Dawson Enjoys A New Identity
By VERNON SCOTT
UPI Hollywood Correspondent
HOLLYWOOD (UPI) — Richard Dawson, one of the comic prisoners in “Hogan’s Heroes,” enjoys considerably better company offscreen at home with his wife—who happens to be Diana Dors.
Fittingly enough, Dawson plays the English sergeant in the CBS situation comedy. He was born on the south coast of England and came to Hollywood in 1962. His British accent is for real and so is his devotion to the good life.
He and the blonde Diana have been married since 1958. They have two sons, Mark, 6, and Gary, 4.
“Mark’s an Englishman, born in London,” Dawson points out, “but Gary’s a Yank.”
The Dawsons bought Julie Bishop’s Beverly Hills home five years ago. It’s a ranch style house with a 60 x 25-foot living room with great expanses of glass overlooking more than an acre of manicured grounds.
There are five bedrooms, one of which has been converted by Dick into an antique poolroom with an ancient pool table he acquired from actor Tommy Noonan. Dawson spends many an hour shooting pool but not, he vows, hustling his friends.
Diana has decorated the home with modern, comfortable furniture but nothing fancy.
“You can’t keep things ship-shape with two young sons scampering about with a 140-pound Great Dane,” Dawson grins. “That dog — we call him Taurus because he looks like a bull — gets me up every morning at quarter to five to go for a walk.

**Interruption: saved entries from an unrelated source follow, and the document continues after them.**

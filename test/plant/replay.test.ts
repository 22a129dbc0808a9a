import { describe, expect, it } from 'vitest';
import { readdirSync, readFileSync } from 'node:fs';
import { fileURLToPath } from 'node:url';
import { join } from 'node:path';
import { parseScenario, type Scenario } from '../../src/plant/scenario.ts';
import { simulate, trueSecondaryPath } from '../../src/plant/simulate.ts';
import { parseReplaySettings, replay, ReplayError, type ReplaySettings } from '../../src/plant/replay.ts';
import { decodeWav, encodeWavFloat32 } from '../../src/io/wav.ts';
import { Random } from '../../src/dsp/random.ts';
import { plainFxnlms } from '../fixtures/replay/plain-fxnlms.ts';
import { expectClose } from '../helpers/tolerance.ts';

const demoDir = fileURLToPath(new URL('../../demo/scenarios/', import.meta.url));

function settingsOf(sc: Scenario): ReplaySettings {
  return {
    controller: sc.controller,
    ...(sc.limiter ? { limiter: sc.limiter } : {}),
    ...(sc.outputCeilingDbfs !== undefined ? { outputCeilingDbfs: sc.outputCeilingDbfs } : {}),
    ...(sc.highPassHz !== undefined ? { highPassHz: sc.highPassHz } : {}),
  };
}

/** 10·log10 of the control-off over the control-on error power, last 25 % (the simulator's steady state). */
function steadyAttenuationDb(off: ArrayLike<number>, on: ArrayLike<number>): number {
  let po = 0, pn = 0;
  for (let i = Math.floor(0.75 * off.length); i < off.length; i++) {
    po += off[i]! ** 2;
    pn += on[i]! ** 2;
  }
  return 10 * Math.log10(po / pn);
}

describe('replay', () => {
  describe('with the control-off channels of each demo scenario and its true secondary path', () => {
    // Every demo without a feedback path (replay assumes none) and without injected faults. The check is
    // internal consistency: the replay's loop e = d + s*y must reproduce the simulator's closed loop.
    const demos = readdirSync(demoDir).filter((f) => f.endsWith('.json')).map((f) => [f, parseScenario(JSON.parse(readFileSync(join(demoDir, f), 'utf8')))] as const)
      .filter(([, sc]) => !sc.paths.feedback && !sc.faults?.length && !sc.loudspeaker && !sc.sources.some((s) => s.kind === 'wav'));

    it('should cover most demos', () => {
      expect(demos.length).toBeGreaterThanOrEqual(10);
    });

    for (const [file, sc] of demos) {
      it(`should give the simulation's attenuation within 0.1 dB for ${file}`, () => {
        const sim = simulate(sc, { record: true, wienerMaxS: 0.5 });
        // through a float32 WAV, as `simulate --out` writes it and `replay` reads it
        const wav = decodeWav(encodeWavFloat32([sim.signals!.referenceOff, sim.signals!.errorOff], sc.sampleRate));
        const r = replay({
          sampleRate: sc.sampleRate,
          blockSize: sc.blockSize,
          reference: wav.channels[0]!,
          disturbance: wav.channels[1]!,
          model: trueSecondaryPath(sc),
          settings: settingsOf(sc),
        }, { wienerMaxS: 0.5 });
        expect(sim.attenuationDb).not.toBeNull();
        expectClose(r.attenuationDb!, sim.attenuationDb!, 0.1, `${file} attenuation`);
        expect(r.diverged).toBe(sim.diverged);
        expectClose(r.errorOffDbfs!, sim.errorOffDbfs!, 0.01, `${file} control-off level`);
      }, 300_000);
    }
  });

  describe('against a plain FxNLMS written from the equations (test/fixtures/replay/plain-fxnlms.ts)', () => {
    // Recordings generated here: a reference x and the error d = P*x + noise it produces through an
    // invented primary path; the true and model secondary paths are invented too. Both implementations
    // must agree on the steady-state attenuation within 1 dB.
    const fs = 8000, B = 32, N = 8 * fs;
    const s = new Float64Array(60);
    s[40] = 0.8; s[41] = -0.3; s[42] = 0.1; // 5 ms bulk delay, then a short response
    const cases: [string, (i: number, rnd: Random) => number][] = [
      ['white noise', (_i, rnd) => 0.1 * rnd.gaussian()],
      ['two tones in noise', (i, rnd) => 0.2 * Math.sin((2 * Math.PI * 120 * i) / fs) + 0.1 * Math.sin((2 * Math.PI * 310 * i) / fs + 1) + 0.02 * rnd.gaussian()],
    ];
    for (const [what, gen] of cases) {
      it(`should agree within 1 dB on ${what}`, () => {
        const rnd = new Random(7);
        const x = new Float32Array(N);
        for (let i = 0; i < N; i++) x[i] = gen(i, rnd);
        const d = new Float32Array(N);
        const prim = [0, 0, 0, 0.6, 0.3, -0.1]; // primary path: 3 samples late, then a short response
        for (let n = 0; n < N; n++) {
          let v = 0.0005 * rnd.gaussian();
          for (let k = 0; k < prim.length; k++) if (n >= k + 80) v += prim[k]! * x[n - k - 80]!;
          d[n] = v;
        }
        const L = 128, mu = 0.02;
        // the plain FxNLMS has no output stage: replay runs with the zero-latency sample-peak limiter (no true-peak filter)
        const plain = plainFxnlms(x, d, s, s, L, mu);
        const expected = steadyAttenuationDb(d, plain);
        const r = replay({ sampleRate: fs, blockSize: B, reference: x, disturbance: d, model: s, settings: { controller: { algorithm: 'fxnlms', taps: L, stepSize: mu }, outputCeilingDbfs: 0, limiter: { truePeak: false } } }, { wienerMaxS: 0.5 });
        expect(expected).toBeGreaterThan(10); // the fixture itself controls
        expectClose(r.attenuationDb!, expected, 1, `${what}: replay vs plain FxNLMS`);
      }, 120_000);
    }
  });

  describe('with a model that leaves out part of the true path', () => {
    it('should control less when the true path differs from the model (--true-path)', () => {
      const fs = 8000, N = 4 * fs;
      const rnd = new Random(3);
      const x = new Float32Array(N).map(() => 0.1 * rnd.gaussian());
      const d = new Float32Array(N);
      for (let n = 100; n < N; n++) d[n] = 0.5 * x[n - 100]!;
      const s = new Float64Array(50); s[40] = 1;
      const wrong = new Float64Array(50); wrong[40] = -1; // sign flipped: FxLMS then drives the error up
      // white noise up to fs/2: the zero-latency sample-peak stage, so no true-peak filter shapes the treble
      const settings = { controller: { algorithm: 'fxnlms' as const, taps: 64, stepSize: 0.05 }, outputCeilingDbfs: 0, limiter: { truePeak: false } };
      const good = replay({ sampleRate: fs, blockSize: 32, reference: x, disturbance: d, model: s, settings }, { wienerMaxS: 0.2 });
      const bad = replay({ sampleRate: fs, blockSize: 32, reference: x, disturbance: d, model: s, truePath: wrong, settings }, { wienerMaxS: 0.2 });
      expect(good.attenuationDb!).toBeGreaterThan(20);
      expect(bad.diverged).toBe(true);
    });
  });

  describe('with bad input', () => {
    it('should name the field, its range and the value of a bad setting', () => {
      expect(() => parseReplaySettings({ controller: { algorithm: 'fxnlms', taps: 0, stepSize: 0.1 } })).toThrow(/controller\.taps: must be an integer ≥ 1 and ≤ 65536 \(taps\), got 0/);
      expect(() => parseReplaySettings({ controller: { algorithm: 'fxnlms', taps: 8, stepSize: 0.1 }, highPassHz: 5000 })).toThrow(/highPassHz: .*≤ 1000.*got 5000/);
      expect(() => parseReplaySettings({ controller: { algorithm: 'fxnlms', taps: 8, stepSize: 0.1 }, limiter: { ceilingDb: -3 } })).toThrow(/limiter: unknown field\(s\) "ceilingDb"/);
    });

    it('should refuse a path with most of its energy inside the first block', () => {
      const x = new Float32Array(1000), d = new Float32Array(1000);
      expect(() => replay({ sampleRate: 8000, blockSize: 64, reference: x, disturbance: d, model: [0, 1], settings: { controller: { algorithm: 'fxnlms', taps: 8, stepSize: 0.1 } } }))
        .toThrow(ReplayError);
      expect(() => replay({ sampleRate: 8000, blockSize: 64, reference: x, disturbance: d, model: [0, 1], settings: { controller: { algorithm: 'fxnlms', taps: 8, stepSize: 0.1 } } }))
        .toThrow(/100\.0 % of its energy in its first 64 samples.*smaller block size/);
    });
  });
});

“He’s very gentle, but sometimes I suspect he buries human beings in the yard.”
Dawson’s brisk 15-minute walk with Taurus sets him up for a day that begins at 7 a.m. at Desilu studios and seldom finds him home before 7 in the evening.

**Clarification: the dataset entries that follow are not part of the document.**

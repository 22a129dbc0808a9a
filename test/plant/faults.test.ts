import { describe, it, expect } from 'vitest';
import { simulate, type SimulationResult } from '../../src/plant/simulate.ts';
import type { EngineEvent } from '../../src/engine/events.ts';
import { toneScenario, noiseScenario } from '../helpers/scenarios.ts';

// Fault injection through simulate() (issue 5): each fault must be detected within 100 ms of its symptom
// crossing the guard's detection threshold, the output must never exceed the cap, and the run must recover
// or mute as configured, with the cause named in the event log. The symptom crossings are measured here
// from the recorded signals, independently of the guard:
//  - error rise: the mean-square error over a sliding 20 ms window (the guard's window) rising above the
//    control-off power of the preceding second (from the recorded control-off error) × 10^(6/10)
//    (the default riseDb); the crossing is the start of the run above the threshold that ends in the
//    detection;
//  - NaN: the first non-finite error sample (the fault's start);
//  - drop-out: the first sample of digital silence.
// 100 ms is the issue's requirement; the guard documents its own worst case as hold + window = 80 ms.
// Scenarios (test fixtures): toneScenario is a 100 Hz tone at 8 kHz, primary path 10 ms, secondary path
// 5 ms (40 samples) with gain 0.8, FxNLMS with 32 taps and μ = 0.01; noiseScenario is white noise,
// secondary path 5 ms with FIR [1, −0.3] × 0.8, FxNLMS with 96 taps and μ = 0.05. Blocks of 32 samples.

const CEILING_DBFS = -6;
const CAP = Math.pow(10, CEILING_DBFS / 20);
// The white-noise runs below control up to fs/2, where the default output stage's true-peak filter
// attenuates (−17.5 dB at fs/2): the controller then drives the cap before any fault. Their fault timings
// were set with the sample-peak stage, which they ask for.
const SAMPLE_PEAK_STAGE = { truePeak: false };
const DETECT_S = 0.1;

function sig(r: SimulationResult) {
  const s = r.signals;
  if (!s) throw new Error('run simulate with record: true');
  return s;
}

/** Largest |output| and the count of non-finite outputs. */
function outputStats(out: Float32Array): { peak: number; nonFinite: number } {
  let peak = 0;
  let nonFinite = 0;
  for (const v of out) {
    if (!Number.isFinite(v)) nonFinite++;
    else peak = Math.max(peak, Math.abs(v));
  }
  return { peak, nonFinite };
}

function expectCapHeld(r: SimulationResult): void {
  const { peak, nonFinite } = outputStats(sig(r).output);
  expect(nonFinite).toBe(0);
  expect(peak).toBeLessThanOrEqual(CAP);
}

/** Mean square of x over [from, to) samples. */
function meanSquare(x: Float32Array, from: number, to: number): number {
  let s = 0;
  for (let i = from; i < to; i++) s += x[i]! * x[i]!;
  return s / (to - from);
}

/**
 * Where the error power over a sliding 20 ms window last crossed above baseline·10^(riseDb/10) before
 * `beforeS` (searching from `fromS`), with the baseline taken from the control-off error over the second
 * before `fromS`. NaN when it never crossed.
 */
function errorRiseCrossing(r: SimulationResult, fromS: number, beforeS: number, riseDb = 6): { atS: number; baseline: number } {
  const fs = r.sampleRate;
  const { errorOn, errorOff } = sig(r);
  const from = Math.round(fromS * fs);
  const baseline = meanSquare(errorOff, from - fs, from);
  const threshold = baseline * Math.pow(10, riseDb / 10);
  const W = Math.round(0.02 * fs);
  let sum = 0;
  for (let i = from - W; i < from; i++) sum += errorOn[i]! * errorOn[i]!;
  let above = false;
  let atS = NaN;
  const end = Math.min(errorOn.length, Math.round(beforeS * fs) + 1);
  for (let i = from; i < end; i++) {
    sum += errorOn[i]! * errorOn[i]! - errorOn[i - W]! * errorOn[i - W]!;
    const now = sum / W > threshold;
    if (now && !above) atS = i / fs;
    above = now;
  }
  return { atS: above ? atS : NaN, baseline };
}

function first(events: EngineEvent[], cause: string, afterS = 0): EngineEvent {
  const e = events.find((x) => x.cause === cause && x.timeS >= afterS);
  if (!e) throw new Error(`no ${cause} event after ${afterS} s; events: ${events.map((x) => `${x.timeS.toFixed(3)} ${x.cause}`).join(', ')}`);
  return e;
}

/** Attenuation (dB) of the error, control off vs on, over [fromS, toS). */
function attenuationDb(r: SimulationResult, fromS: number, toS: number): number {
  const fs = r.sampleRate;
  const { errorOn, errorOff } = sig(r);
  const a = Math.round(fromS * fs);
  const b = Math.round(toS * fs);
  return 10 * Math.log10(meanSquare(errorOff, a, b) / meanSquare(errorOn, a, b));
}

describe('fault injection in the simulator', () => {
  it('should mute within 100 ms of the error rising after a secondary-path model sign flip, and stay muted until the user acknowledges', () => {
    // Tone, FxNLMS μ = 0.01, secondary path 5 ms. A flipped model turns the gradient round: the weights
    // drift away from the solution at the adaptation rate, so the error rises only some 0.2 s after the
    // flip; the detection delay is measured from the rise, not from the flip.
    const r = simulate(
      toneScenario({ durationS: 5, outputCeilingDbfs: CEILING_DBFS, faults: [{ kind: 'model-sign-flip', atS: 3 }], guard: { resume: { mode: 'user' } } }),
      { record: true },
    );
    const ev = first(r.events, 'error-rise', 3);
    const crossing = errorRiseCrossing(r, 3, ev.timeS);
    expect(crossing.atS).toBeGreaterThan(3.05); // the weights needed time to drift
    expect(ev.timeS - crossing.atS).toBeGreaterThanOrEqual(0);
    expect(ev.timeS - crossing.atS).toBeLessThanOrEqual(DETECT_S);
    expect(ev.action).toBe('mute');
    expect(ev.values.baselinePower! / crossing.baseline).toBeGreaterThan(0.8); // the guard's baseline is the control-off power
    expect(ev.values.baselinePower! / crossing.baseline).toBeLessThan(1.25);
    expectCapHeld(r);
    // muted: after the 50 ms fade the loudspeaker is silent to the end; no resume without the user
    const out = sig(r).output;
    const silentFrom = Math.ceil((ev.timeS + 0.05) * r.sampleRate) + r.sampleRate / 100;
    expect(out.subarray(silentFrom).every((v) => v === 0)).toBe(true);
    expect(r.events.some((e) => e.cause === 'resume')).toBe(false);
    expect(r.diverged).toBe(true);
    expect(r.divergenceReasons.join(' ')).toMatch(/error-rise/);
  });

  it('should mute within 100 ms of the error rising after a ×100 step size, and resume and reconverge once the step size is restored', () => {
    // White noise, FxNLMS μ = 0.05 → 5 (NLMS needs μ < 2), secondary path 5 ms; μ goes back to 0.05 at
    // 3.5 s, and the guard resumes by itself after its 2 s hold-off (at most once).
    const r = simulate(
      noiseScenario({
        durationS: 9,
        outputCeilingDbfs: CEILING_DBFS,
        limiter: SAMPLE_PEAK_STAGE,
        faults: [
          { kind: 'step-size-scale', atS: 3, factor: 100 },
          { kind: 'step-size-scale', atS: 3.5, factor: 0.01 },
        ],
        guard: { resume: { mode: 'auto', maxAutoResumes: 1 } },
      }),
      { record: true },
    );
    const ev = first(r.events, 'error-rise', 3);
    const crossing = errorRiseCrossing(r, 3, ev.timeS);
    expect(ev.timeS - crossing.atS).toBeGreaterThanOrEqual(0);
    expect(ev.timeS - crossing.atS).toBeLessThanOrEqual(DETECT_S);
    expect(ev.action).toBe('mute');
    expectCapHeld(r);
    const resume = first(r.events, 'resume', ev.timeS);
    expect(resume.values.byUser).toBe(0);
    expect(resume.timeS - ev.timeS).toBeGreaterThanOrEqual(2);
    // recovered: the weights were reset at the mute and converge again
    expect(attenuationDb(r, 2, 3)).toBeGreaterThan(20);
    expect(attenuationDb(r, 8, 9)).toBeGreaterThan(20);
  });

  it('should freeze at the first NaN in the error signal, keep it from the controller, and resume after the hold-off', () => {
    // Tone, FxNLMS μ = 0.01: 50 ms of NaN at the error microphone from 3 s.
    const r = simulate(toneScenario({ durationS: 7, outputCeilingDbfs: CEILING_DBFS, faults: [{ kind: 'nan-error', atS: 3, durationS: 0.05 }] }), { record: true });
    const ev = first(r.events, 'non-finite', 3);
    expect(ev.timeS - 3).toBeGreaterThanOrEqual(0);
    expect(ev.timeS - 3).toBeLessThanOrEqual(DETECT_S);
    expect(ev.values.source).toBe(1); // the error microphone
    expect(ev.action).toBe('freeze-adaptation');
    expectCapHeld(r);
    // the NaN never reached the weights: with adaptation frozen, control went on after the fault
    // (the recorded error is 0 during it: the guard replaced the NaN in place)
    expect(sig(r).errorOn.subarray(3 * 8000, 3 * 8000 + 400).every((v) => v === 0)).toBe(true);
    expect(attenuationDb(r, 3.1, 5)).toBeGreaterThan(25);
    const resume = first(r.events, 'resume', ev.timeS);
    expect(resume.timeS - 3.05).toBeGreaterThanOrEqual(2);
    expect(attenuationDb(r, 6, 7)).toBeGreaterThan(25);
    expect(r.diverged).toBe(false);
  });

  for (const mic of ['error', 'reference'] as const) {
    it(`should freeze within 100 ms of a ${mic}-microphone drop-out, and resume once the microphone is back`, () => {
      // White noise, FxNLMS μ = 0.05, secondary path 5 ms: 0.5 s of digital silence from 3 s.
      const r = simulate(
        noiseScenario({ durationS: 8, outputCeilingDbfs: CEILING_DBFS, limiter: SAMPLE_PEAK_STAGE, faults: [{ kind: 'mic-dropout', atS: 3, durationS: 0.5, mic }] }),
        { record: true },
      );
      const ev = first(r.events, 'dead-microphone', 3);
      // the silence starts at the fault (the recorded microphone signal shows it)
      const x = mic === 'error' ? sig(r).errorOn : sig(r).reference;
      const at = Math.round(3 * r.sampleRate);
      expect(x[at - 1]).not.toBe(0);
      expect(x.subarray(at, at + Math.round(0.5 * r.sampleRate)).every((v) => v === 0)).toBe(true);
      expect(ev.timeS - 3).toBeGreaterThanOrEqual(0);
      expect(ev.timeS - 3).toBeLessThanOrEqual(DETECT_S);
      expect(ev.values.channel).toBe(mic === 'error' ? 1 : 0);
      expect(ev.action).toBe('freeze-adaptation');
      expectCapHeld(r);
      const resume = first(r.events, 'resume', ev.timeS);
      expect(resume.timeS).toBeGreaterThanOrEqual(3.5 + 2);
      expect(attenuationDb(r, 7, 8)).toBeGreaterThan(20);
    });
  }
});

The children are tended by an English nanny who was Dawson’s housekeeper in Blighty during the actor’s bachelor days. They also have a lady who comes in to clean every day, another woman comes in to cook whenever the Dawsons entertain.
This same domestic arrives every afternoon at 3 p.m. to prepare dinner because Diana refuses to cook.

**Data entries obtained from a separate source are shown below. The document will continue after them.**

/** Samples from a response's first non-zero tap to where 99.9 % of its energy has arrived. */
function responseSpread(taps: ArrayLike<number>): number {
  let total = 0;
  let first = -1;
  for (let i = 0; i < taps.length; i++) {
    total += taps[i]! * taps[i]!;
    if (first < 0 && taps[i] !== 0) first = i;
  }
  if (!(total > 0)) return 0;
  let acc = 0;
  for (let i = 0; i < taps.length; i++) {
    acc += taps[i]! * taps[i]!;
    if (acc >= 0.999 * total) return i - first + 1;
  }
  return taps.length - first;
}

/** 10·log10(total / residual); 0 for a silent band. */
function boundDb(total: number, residual: number): number {
  return total > 0 ? 10 * Math.log10(total / residual) : 0;
}

function causalityOf(primaryDelayMs: number | null, secondaryDelayMs: number | null): Omit<CausalityResult, 'delayPeak' | 'delayThreshold'> {
  if (primaryDelayMs === null) {
    return {
      primaryDelayMs: null,
      secondaryDelayMs,
      marginMs: null,
      verdict: 'unknown',
      sentence:
        'No clear delay was found between the reference and the error microphone, so whether broadband noise can be cancelled is unknown. ' +
        'Tonal and periodic noise can be cancelled whatever the delay.',
    };
  }
  const v = causalityVerdict(primaryDelayMs, secondaryDelayMs);
  return { primaryDelayMs, secondaryDelayMs, marginMs: v.marginMs, verdict: v.verdict, sentence: v.sentence };
}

“I’m a good cook,” Dawson boasts. “I was away from home in the merchant marine at 14.
I worked as a waiter, and after opening a thousand cans of beans you begin to take an interest in the culinary arts in self defense. As a waiter I made friends with the chefs and learned some of their tricks.”
The sea still holds an interest for the easy-going Englishman who owns a 24-foot cabin cruiser anchored at Marina del Rey, a half-hour drive from the house by English sports car.
Dawson does some fishing from the boat, but his principal hobby is taking 16 mm. movies of the children, usually built around a little story of his own devising. For Mark’s last birthday the entire cast of “Hogan’s Heroes” appeared to take part.
The family pool is spacious and Dawson manages a swim six days a week in foul weather
and fair. Both boys have been swimming since they were six months old.
Because Dawson bad a bit of a rough go as a youngster, inheriting his clothes from an older brother, he has become something of a dandy now that he can afford a wardrobe.
“I’m very extravagant about clothes,” he admits cheerfully. “I pay about $250 for my suits and I have dozens of them and sports jackets and slacks as well. But I've been building my wardrobe over the years.”
Dawson, who appeared in character roles in movies and television before “Hogan’s Heroes,” is delighted with the show’s success — especially since he is being recognized on his own now and no longer identified as Diana Dors’ husband.


He wasn’t Mr. Dors for much longer. She dumped him and her kids and headed back to England where she remarried in 1968. She died, still being compared to Marilyn Monroe, and not for any acting ability. Their life was dramatised in a British mini-series, “The Blonde Bombshell” (1998)

Dawson, meanwhile, carved himself a little niche in daytime TV history. Fans ignored his self-professed arrogance and played along with a simple game that blended instant thought, suspense and curiosity (about how well the viewer guessed the right answer). And comic stupidity if you were lucky. If 100 people were surveyed about the best game-show hosts of the 1970s, Richard Dawson’s name would have to be in the top answers.